终于,他猛地一用力,竟然将自己头上的头发都给拽了下来。确切的说,是一个头套。
张禹他俩所在的位置,距离火堆是有一段距离的,是以比较昏暗。此刻他把头套丢到一旁,张禹猛地发现,竟然出现了一盏明灯。那脑袋上,光秃秃的,一根毛都没有。
张禹忍不住在心中嘀咕起来,“原来真是和尚……对啊……怪不得这几天来,他从来不吃肉……把肉都给了张银玲……原来是这么一回事……如此说来,他师父肯定也是一个和尚……”
心中越是胡思乱想,身上就越是燥热难当。掉下来的坑,何等之深,洞内特别的阴凉,可是在药物的作用下,人根本感觉不到一点凉爽。
特别是下面的小伙伴,现在更是张牙舞爪,张禹甚至能够感觉到,这家伙可能随时都有可能爆掉。那种肿胀,简直叫人无法形容。
张禹不由得苦笑一声,说道:“大师……本来以为大难不死必有后福……不料这里竟然还有这样的机关陷阱……你是个和尚,我也不瞒你,我是个道士……实在想不到,咱们俩到头来,会是这么个死法……”
青年人也是苦笑一声,却没有说话。
张禹见他不说话,又是笑着说道:“大师,我在国内,好像也没有什么和尚朋友……在拍卖会上,你主动帮忙,简直叫人意想不到……我总觉得,咱们好像是认识……但是,我实在想不起来,咱们在哪里见过……咱们恐怕是死定了……在临死之前,能不能让我知道你的身份,满足一下我的好奇心……我也不知道,你到底是不是认识我,我先说吧,我叫张禹,是镇海市无当道观的方丈……”
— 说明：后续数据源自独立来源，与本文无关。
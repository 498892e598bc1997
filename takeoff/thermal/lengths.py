"""The length of one piece at a temperature, and what a steel tape reads along it there. Rank 5.

A law gives L(T) = L20 (1 + e(T)). A tape is true at 20 °C and grows too, so it reads L(T) / (1 + e_tape(T)): along steel
it shows the nominal at every temperature, along aluminium it does not.
"""

from __future__ import annotations

from dataclasses import dataclass
from functools import cache

from takeoff.errors import InputError
from takeoff.materials import Elongation, Material, by_key, elongation
from takeoff.materials.stretch import stretch
from takeoff.quantities import ABSOLUTE_ZERO_C

REFERENCE_C = 20.0
#: what tapes are made of, unless the job file says otherwise
TAPE_KEY = "steel-structural"


@dataclass(frozen=True, slots=True)
class Length:
    """A length at a temperature; None above the melting point and where no coefficient is known, `reason` says which."""

    temperature_C: float
    length_mm: float | None
    tape_reading_mm: float | None
    within_validity: bool
    reason: str


@cache
def grown(material: Material, temperature_C: float, law: str | None = None) -> Elongation:
    """Elongation from 20 °C, worked out once for each temperature. Raises InputError below absolute zero."""
    if not ABSOLUTE_ZERO_C <= temperature_C < float("inf"):
        raise InputError("below absolute zero", read=f"{temperature_C:g} °C", right="-273.15 °C (0 K) or above")
    return elongation(material, temperature_C, law=law)


def factor(material: Material, temperature_C: float, law: str | None = None, size: str = "length") -> float | None:
    """Size at a temperature over the same size at 20 °C, in the direction that size takes; None where it is not known."""
    return stretch(grown(material, temperature_C, law), size)


def ratio(material: Material, from_C: float, to_C: float, law: str | None = None, size: str = "length") -> float | None:
    """Size at `to_C` over the same size at `from_C`; None where either is not known. From and to alike: 1 for anything."""
    if from_C == to_C:
        return 1.0
    before, after = factor(material, from_C, law, size), factor(material, to_C, law, size)
    return None if before is None or after is None else after / before


def tape_factor(temperature_C: float, tape: Material | None = None) -> float | None:
    """The length of a tape's metre at a temperature, over the true one."""
    return factor(tape or by_key(TAPE_KEY), temperature_C)


def tape_reading(length_mm: float | None, temperature_C: float, tape: Material | None = None) -> float | None:
    """What a tape at this temperature reads along a true length."""
    longer = tape_factor(temperature_C, tape)
    return None if length_mm is None or longer is None else length_mm / longer


def length_at(
    material: Material, length_mm: float, temperature_C: float, *, length_at_C: float = REFERENCE_C, law: str | None = None,
    tape: Material | None = None,
) -> Length:
    """The true length, and the tape's reading, at a temperature, of a piece that has `length_mm` at `length_at_C`.

    Raises InputError below absolute zero, TakeoffError on an unknown law.
    """
    there = grown(material, temperature_C, law)
    times = ratio(material, length_at_C, temperature_C, law)
    length = None if times is None else length_mm * times
    return Length(temperature_C, length, tape_reading(length, temperature_C, tape), there.within_validity, there.reason)
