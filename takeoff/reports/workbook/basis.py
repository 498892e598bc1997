"""The sheet a checker ends on: inputs, the account, cautions, evidence, materials, and every basis with its source. Rank 9."""

from __future__ import annotations

from collections.abc import Callable
from dataclasses import dataclass, field
from typing import TYPE_CHECKING, Any

from takeoff.reports import added
from takeoff.reports.wording import EVIDENCE_MEANS, STATUS_MEANS, shown
from takeoff.reports.workbook.sheet import BASIS, SCHEDULE, Book, Sheet, letters

if TYPE_CHECKING:
    from takeoff.pipeline import Result
    from takeoff.provenance import Source
    from takeoff.reports.workbook.schedule import Plan
    from takeoff.weighing.basis import Basis

_COLUMNS = 10
_PARTS = ("weighed", "assumed", "not_weighed", "heading", "total", "blank", "other")

#: writes one row of the sheet, given its number
Line = Callable[[int], None]


@dataclass(slots=True)
class Layout:
    """The rows of the sheet, top to bottom, before they are written: so others can refer to the bases beforehand."""

    lines: list[Line] = field(default_factory=list)
    basis_rows: list[int] = field(default_factory=list)

    def write(self) -> None:
        for row, line in enumerate(self.lines):
            line(row)


def lay_out(book: Book, result: Result, plan: Plan) -> Layout:
    """Decide what stands in which row; nothing is written yet."""
    sheet = book.sheets[BASIS]
    layout = Layout()
    lines = layout.lines
    lines += [_title(sheet), _words(sheet, [(
        "Every figure follows from an input cell, a rule and a source. Sources are named, with how well each is known.",
    )], "quiet"), _nothing]
    for block in (_inputs(sheet, result), _account(sheet, result), _cautions(sheet, result), _evidence(sheet), _materials(sheet, result)):
        lines += block
        lines.append(_nothing)
    lines += _bases_top(sheet, result)
    uses = result.members["basis_id"].value_counts().to_dict()
    for number, basis in enumerate(result.bases):
        layout.basis_rows.append(len(lines))
        lines.append(_basis(sheet, plan, (number, basis), uses.get(number, 0)))
    if result.added_bases:
        lines += [_nothing, *_additions(sheet, result)]
    return layout


def _additions(sheet: Sheet, result: Result) -> list[Line]:
    """How each addition was found, numbered as in the schedule."""

    def head(row: int) -> None:
        sheet.text(row, 0, "Basis no.", "head")
        sheet.texts(row, 1, ("Rule of what is added to one piece", "Source", "Clause or table", "Evidence"), "head")
        sheet.texts(row, 5, ("Rule of light and heavy", "Source", "Clause or table", "Evidence"), "head")
        sheet.text(row, 9, "Rows", "head right")

    lines = [_heading(sheet, "Additions: finish, welds, bolts, contents and the like, numbered as in the weight schedule"), head]
    for number, (basis, rows) in enumerate(zip(result.added_bases, added.uses(result), strict=True)):
        lines.append(_addition(sheet, number, basis, rows))
    return lines


def _addition(sheet: Sheet, number: int, basis: Basis, rows: int) -> Line:
    def line(row: int) -> None:
        sheet.text(row, 0, f"A{number + 1}", "cell")
        sheet.texts(row, 1, (basis.rule, *_source(basis.nominal), basis.bounds_rule, *_source(basis.bounds)), "cell wrap")
        sheet.number(row, 9, rows, "whole")

    return line


def _nothing(row: int) -> None:
    """An empty row between blocks."""


def _title(sheet: Sheet) -> Line:
    def line(row: int) -> None:
        sheet.widths([10.5, 34, 26, 18, 12.5, 34, 26, 18, 12.5, 8])
        sheet.height(row, 24)
        sheet.text(row, 0, f"{BASIS}: {sheet.book.title}", "title")

    return line


def _heading(sheet: Sheet, text: str) -> Line:
    return lambda row: sheet.heading(row, text, _COLUMNS)


def _words(sheet: Sheet, cells: list[tuple[object, ...]], style: str) -> Line:
    """One row of texts, given as runs that follow each other from the first column."""
    flat = [text for run in cells for text in run]
    return lambda row: sheet.texts(row, 0, flat, style)


def _paragraph(sheet: Sheet, text: str) -> Line:
    return lambda row: sheet.long_text(row, (0, _COLUMNS - 1), text)


def _inputs(sheet: Sheet, result: Result) -> list[Line]:
    lines = [
        _heading(sheet, "Inputs"),
        _words(sheet, [("", "File", "Sheets with a list", "", "", "Checksum (SHA-256)", "", "", "", "")], "head"),
    ]
    for file in result.inputs:
        sheets = ", ".join(shown(s) for s in file.sheets) or "(text file: no sheets)"
        lines.append(_input(sheet, "list", (file.file, sheets), file.sha256))
    if result.job_file:
        lines.append(_input(sheet, "job file", (result.job_file, None), None))
    return lines


def _input(sheet: Sheet, kind: str, names: tuple[str, str | None], checksum: str | None) -> Line:
    def line(row: int) -> None:
        sheet.text(row, 0, kind, "cell")
        sheet.texts(row, 1, names, "cell wrap")
        # A checksum has no place to break: it runs over the empty cells beside it.
        sheet.texts(row, 3, (None, None, checksum, *[None] * 4), "cell")

    return line


def _account(sheet: Sheet, result: Result) -> list[Line]:
    """Rows read = rows accounted for, sheet by sheet, as live sums."""

    def account_head(row: int) -> None:
        sheet.text(row, 0, "Rows read", "head right")
        sheet.text(row, 1, "Sheet", "head")
        sheet.texts(row, 2, ("Parts add up to", "Left over"), "head right")
        sheet.text(row, 4, "Parts", "head")
        sheet.texts(row, 5, [""] * 5, "head")

    lines = [
        _heading(sheet, "Account of rows: every row from the first with content to the last"),
        account_head,
    ]
    count = len(result.sheet_accounts)
    for part in result.sheet_accounts:
        file = part.file if len(result.inputs) > 1 or not part.sheet else None
        lines.append(_account_row(sheet, " / ".join(shown(p) for p in (file, part.sheet) if p), part.account))

    def all_rows(row: int) -> None:
        rows = int(result.account.rows)
        sheet.formula(row, 0, f"=SUM(A{row - count + 1}:A{row})", rows, "total whole")
        sheet.text(row, 1, "All", "total")
        sheet.formula(row, 2, f"=SUM(C{row - count + 1}:C{row})", rows, "total whole")
        sheet.formula(row, 3, f"=A{row + 1}-C{row + 1}", 0, "total whole")
        sheet.texts(row, 4, (f"{_parts(result.account)}. Left over must be 0: no row is lost.", *[None] * 5), "total")

    if count:
        lines.append(all_rows)
    return lines


def _account_row(sheet: Sheet, name: str, account: Any) -> Line:
    numbers = [int(getattr(account, part)) for part in _PARTS]

    def line(row: int) -> None:
        sheet.number(row, 0, int(account.rows), "whole")
        sheet.text(row, 1, name, "cell wrap")
        sheet.formula(row, 2, "=" + "+".join(map(str, numbers)), sum(numbers), "whole")
        sheet.formula(row, 3, f"=A{row + 1}-C{row + 1}", int(account.rows) - sum(numbers), "whole")
        sheet.texts(row, 4, (_parts(account), *[None] * 5), "cell")

    return line


def _parts(account: Any) -> str:
    return ", ".join(f"{int(getattr(account, p))} {p.replace('_', ' ')}" for p in _PARTS if getattr(account, p)) or "no rows"


def _cautions(sheet: Sheet, result: Result) -> list[Line]:
    missing = f"Not counted in any figure: {added.not_counted(result)}."
    return [_heading(sheet, "Cautions"), *(_paragraph(sheet, shown(c)) for c in result.cautions), _paragraph(sheet, missing)]


def _evidence(sheet: Sheet) -> list[Line]:
    lines = [_heading(sheet, "What the words mean")]
    for kind, words in (("evidence", EVIDENCE_MEANS), ("state", STATUS_MEANS)):
        lines += [_words(sheet, [(kind, word, meaning, *[None] * 7)], "cell") for word, meaning in words.items()]
    return lines


def _materials(sheet: Sheet, result: Result) -> list[Line]:
    lines = [
        _heading(sheet, "Densities of the materials named in the list"),
        _words(sheet, [(
            "", "Material", "Low / nominal / high (kg/m³)", "Condition", "Evidence", "Source", "Clause or table", "", "", "",
        )], "head"),
    ]
    for material in result.materials:
        density, source = material.density, material.density_source
        figures = " / ".join("–" if v is None else f"{v:,.0f}".replace(",", " ") for v in (density.low, density.nominal, density.high))
        own = "own table" if material.own else None
        texts = (own, material.name, figures, material.density_condition, source.evidence, source.title)
        lines.append(_material(sheet, texts, source.clause))
    return lines


def _material(sheet: Sheet, texts: tuple[str | None, ...], clause: str) -> Line:
    def line(row: int) -> None:
        sheet.texts(row, 0, texts, "cell wrap")
        sheet.long_text(row, (len(texts), _COLUMNS - 1), clause, "cell wrap")

    return line


def _bases_top(sheet: Sheet, result: Result) -> list[Line]:

    def head(row: int) -> None:
        sheet.text(row, 0, "Basis no.", "head")
        sheet.texts(row, 1, ("Rule of the nominal mass", "Source", "Clause or table", "Evidence"), "head")
        sheet.texts(row, 5, ("Rule of light and heavy", "Source", "Clause or table", "Evidence"), "head")
        sheet.text(row, 9, "Rows", "head right")

    return [
        _heading(sheet, "Bases: how each mass was found, numbered as in the weight schedule"),
        head,
        *([] if result.bases else [_words(sheet, [("(none: nothing was weighed)",)], "text")]),
    ]


def _basis(sheet: Sheet, plan: Plan, numbered: tuple[int, Basis], rows: int) -> Line:
    number, basis = numbered
    marks = [m for m, is_so in (("stated in the list", basis.stated), ("own table", basis.own), ("weighed", basis.weighed)) if is_so]
    rule = basis.rule + (f" ({', '.join(marks)})" if marks else "")

    def line(row: int) -> None:
        # Back to the column of basis numbers, where the filter shows the rows that rest on this one.
        sheet.link(row, 0, f"'{SCHEDULE}'!{letters(plan.index('basis'))}{plan.headings + 1}", number + 1)
        sheet.texts(row, 1, (rule, *_source(basis.nominal), basis.bounds_rule, *_source(basis.bounds)), "cell wrap")
        sheet.formula(row, 9, f"=COUNTIF({plan.span('basis')},A{row + 1})", rows, "whole")

    return line


def _source(source: Source) -> tuple[str, str, str]:
    return source.title, source.clause, source.evidence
青年人没有回答,张禹见他还是不出声,不由得再次苦笑一声。
张禹的身上,那是抓心挠肝,却又没有什么力气。他咬了咬牙,身子向后一仰,干脆躺到了地上。
他背上重伤,根本不能躺着。可是身上的燥热,似乎在疼痛下,反而能有缓和一点。躺在地上,人也感觉不到丝毫的凉爽,汗已经出的越来越多,身上就好似下雨一般。
人在这种情况下,很容易脱水而死。但是,这里什么也没有,除了等死,似乎也没有其他的选择。
盘膝坐着的青年人,此刻似乎也坐不住了,他的身子向后一仰,也躺到了地上。过了能有半分钟,他的手轻轻抬了起来,缓缓的放到自己的小腹上。他似乎是想要抓痒,却又有点不敢。
他的眼睛,偷偷地瞟向张禹,张禹只是仰头望天,加上两个人之间隔了五六步远,聚火符的光亮,越来越暗,已经让他看不清对方了。
见张禹不会发现,他的手终于动了动,可只是一动,嘴里就忍不住发出更为着重的喘息,“呼……”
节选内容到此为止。